Liquidity of Digital Art
The ability to mint NFTs and freely buy and sell digital artworks is an important step in attracting millions of users. While this serves as a crash course in the volatility of the cryptocurrency market, more importantly, it provides users with a dynamic educational tool. They quickly understand and start implementing cryptocurrency trading. For example, they can seamlessly transfer from NFT platforms to wallets and exchanges, and then convert back to fiat currency.
This also allows many creators to monetize their digital artworks for the first time. This reflects the fundamental promise of Web3, which is to return financial and creative sovereignty to individuals, rather than third-party gatekeepers.
The New Era of Royalties
One aspect of the origin of digital assets that NFTs often overlook is their ability to automatically pay royalties to the original creators. Although the concept of Artist Resale Rights (ARR) or droit de suite has been around since it was first introduced in France in 1920 at the beginning of the 20th century, this is still a relatively new practice for many countries.

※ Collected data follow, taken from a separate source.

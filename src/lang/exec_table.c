/* The statements that shape output: table_{...} E (a grid over index ranges)
   and output FORMAT [digits] (how values print from then on). */
#include <stdlib.h>
#include <string.h>

#include "diag.h"
#include "output.h"
#include "interp.h"
#include "strbuf.h"
#include "util.h"
#include "exec.h"
#include "eval.h"
#include "failure.h"

/* Tables larger than this would not be read by anyone. */
#define TABLE_MAX_CELLS 1000000

int exec_output(interp *I, scope *s, const node *n)
{
    out_format f;
    if (!out_format_parse(&f, n->text)) {
        diag_error(&n->loc, "unknown output format '%s' (exact, decimal, latex, csv or json)", n->text);
        return 0;
    }
    slong digits = I->style.digits;
    if (n->a && !eval_slong(I, s, n->a, "number of digits", 1, &digits))
        return 0;
    if (digits > OUT_MAX_DIGITS) {
        diag_error(&n->a->loc, "at most %d digits", OUT_MAX_DIGITS);
        return 0;
    }
    I->style.fmt = f;
    I->style.digits = digits;
    return 1;
}

int exec_precision(interp *I, scope *s, const node *n)
{
    slong digits;
    if (!eval_slong(I, s, n->a, "number of digits", 1, &digits))
        return 0;
    if (digits > REAL_MAX_DIGITS) {
        diag_error(&n->a->loc, "at most %d digits", REAL_MAX_DIGITS);
        return 0;
    }
    I->real_digits = digits;
    return 1;
}

typedef struct {
    slong nranges;
    const char **names;
    slong *lo, *size;
    slong nrows, ncols;
} table_shape;

/* Evaluates the ranges; the last one gives the columns, the others the rows. */
static int table_ranges(interp *I, scope *s, const node *n, table_shape *T)
{
    T->nranges = n->list->len;
    T->names = xcalloc(T->nranges, sizeof(char *));
    T->lo = xcalloc(T->nranges, sizeof(slong));
    T->size = xcalloc(T->nranges, sizeof(slong));
    double cells = 1;
    for (slong r = 0; r < T->nranges; r++) {
        const node *rg = n->list->items[r];
        slong hi;
        if (!eval_slong(I, s, rg->a, "range start", WORD_MIN / 2, &T->lo[r])
            || !eval_slong(I, s, rg->b, "range end", WORD_MIN / 2, &hi))
            return 0;
        T->names[r] = rg->text;
        T->size[r] = hi >= T->lo[r] ? hi - T->lo[r] + 1 : 0;
        cells *= (double)T->size[r];
    }
    if (cells > TABLE_MAX_CELLS) {
        diag_error(&n->loc, "this table would have %.3g cells, more than the %d a table may have "
                            "(split it into smaller tables)", cells, TABLE_MAX_CELLS);
        return 0;
    }
    T->ncols = T->size[T->nranges - 1];
    T->nrows = T->nranges == 1 ? 1 : (slong)(cells / (double)(T->ncols ? T->ncols : 1));
    if (T->ncols == 0)
        T->nrows = 0;
    return 1;
}

/* Index values of row r, innermost range last. */
static void table_row_indices(const table_shape *T, slong r, slong *idx)
{
    for (slong k = T->nranges - 2; k >= 0; k--) {
        idx[k] = T->lo[k] + r % T->size[k];
        r /= T->size[k];
    }
}

static value *table_row_label(interp *I, const table_shape *T, const slong *idx)
{
    if (T->nranges == 2)
        return value_new_si(&I->ring, idx[0]);
    strbuf b;
    strbuf_init(&b);
    for (slong k = 0; k < T->nranges - 1; k++)
        strbuf_printf(&b, "%s%ld", k ? ", " : "", (long)idx[k]);
    return value_new_str(strbuf_take(&b), &I->ring);
}

static char *table_row_name(const table_shape *T)
{
    strbuf b;
    strbuf_init(&b);
    for (slong k = 0; k < T->nranges - 1; k++)
        strbuf_printf(&b, "%s%s", k ? ", " : "", T->names[k]);
    if (T->nranges == 1)
        strbuf_puts(&b, "");
    return strbuf_take(&b);
}

/* One cell in a scope binding every index; a string "" stands for a blank. */
static value *table_cell(interp *I, scope *s, const node *e, const table_shape *T, const slong *idx)
{
    scope *inner = scope_new(s);
    for (slong k = 0; k < T->nranges; k++)
        scope_bind_value(inner, T->names[k], value_new_si(&I->ring, idx[k]));
    value *v = eval_expr(I, inner, e);
    scope_free(inner);
    return v;
}

static void table_free_values(value **v, slong len)
{
    for (slong i = 0; i < len; i++)
        value_release(v[i]);
    free(v);
}

static int table_fill(interp *I, scope *s, const node *n, const table_shape *T, value **rows, value **cols,
                      value **cells)
{
    slong *idx = xcalloc(T->nranges + 1, sizeof(slong));
    int ok = 1;
    for (slong c = 0; c < T->ncols; c++)
        cols[c] = value_new_si(&I->ring, T->lo[T->nranges - 1] + c);
    for (slong r = 0; r < T->nrows && ok; r++) {
        table_row_indices(T, r, idx);
        rows[r] = T->nranges == 1 ? value_new_str(xstrdup(""), &I->ring) : table_row_label(I, T, idx);
        for (slong c = 0; c < T->ncols && ok; c++) {
            idx[T->nranges - 1] = T->lo[T->nranges - 1] + c;
            value *v = table_cell(I, s, n->a, T, idx);
            ok = v != NULL && !failure_cancelled(n);
            if (v && v->kind == V_STR && v->str[0] == '\0') {
                value_release(v);
                v = NULL;
            }
            cells[r * T->ncols + c] = v;
        }
    }
    free(idx);
    return ok;
}

int exec_table(interp *I, scope *s, const node *n)
{
    table_shape T;
    memset(&T, 0, sizeof T);
    int ok = table_ranges(I, s, n, &T);
    if (ok) {
        value **rows = xcalloc(T.nrows + 1, sizeof(value *));
        value **cols = xcalloc(T.ncols + 1, sizeof(value *));
        value **cells = xcalloc(T.nrows * T.ncols + 1, sizeof(value *));
        ok = table_fill(I, s, n, &T, rows, cols, cells);
        char *err = NULL, *row_name = table_row_name(&T);
        if (ok && !out_grid(I->out, row_name, T.names[T.nranges - 1], rows, T.nrows, cols, T.ncols, cells,
                            &I->ring, &I->style, &err)) {
            diag_error(&n->loc, "%s", err ? err : "this table cannot be printed in this format");
            ok = 0;
        }
        free(err);
        free(row_name);
        table_free_values(rows, T.nrows);
        table_free_values(cols, T.ncols);
        table_free_values(cells, T.nrows * T.ncols);
    }
    free(T.names);
    free(T.lo);
    free(T.size);
    return ok;
}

In this respect, NFT provides a unique opportunity. For any particular NFT transaction, the automatic implementation of royalties addresses this issue without any cumbersome traditional intermediaries. The curation process of the NFT platform returns this power directly to the creators, enabling them to determine the percentage of royalties they wish to receive.
The future of AI and NFT
One impressive aspect of the rise of NFTs in 2021 is that it has not relied on generative AI protocols. In that environment, digital artists flourished, but now anyone can easily create high-production-value artwork like using a chatbot. Therefore, the future profitability of this market is unclear. People may pay more attention to the practicality and community of the project.
The generative AI protocol can turn individuals into outstanding artists and open up career opportunities that were previously out of reach. However, a major issue that artists faced in the previous cycle was that their artworks were sold as NFTs without their consent. There is still legal ambiguity regarding the monetization of digital assets created through generative AI protocols. These two factors could come into conflict, especially if generative AI assets are used to create generational wealth through popular NFT series.
In the previous cycle, when NFTs were copied and minted on multiple blockchains, plagiarism also played a role in fueling the fire. The issue of lack of interoperability and data silos has been discussed in previous blog posts. In this regard, AI can play an important role. Through security enhancements such as early anomaly detection and fraud prevention, AI can serve as a support, just like in the field of RWA and DeFi. This is crucial for establishing cross-chain interoperability security when determining the source of digital assets.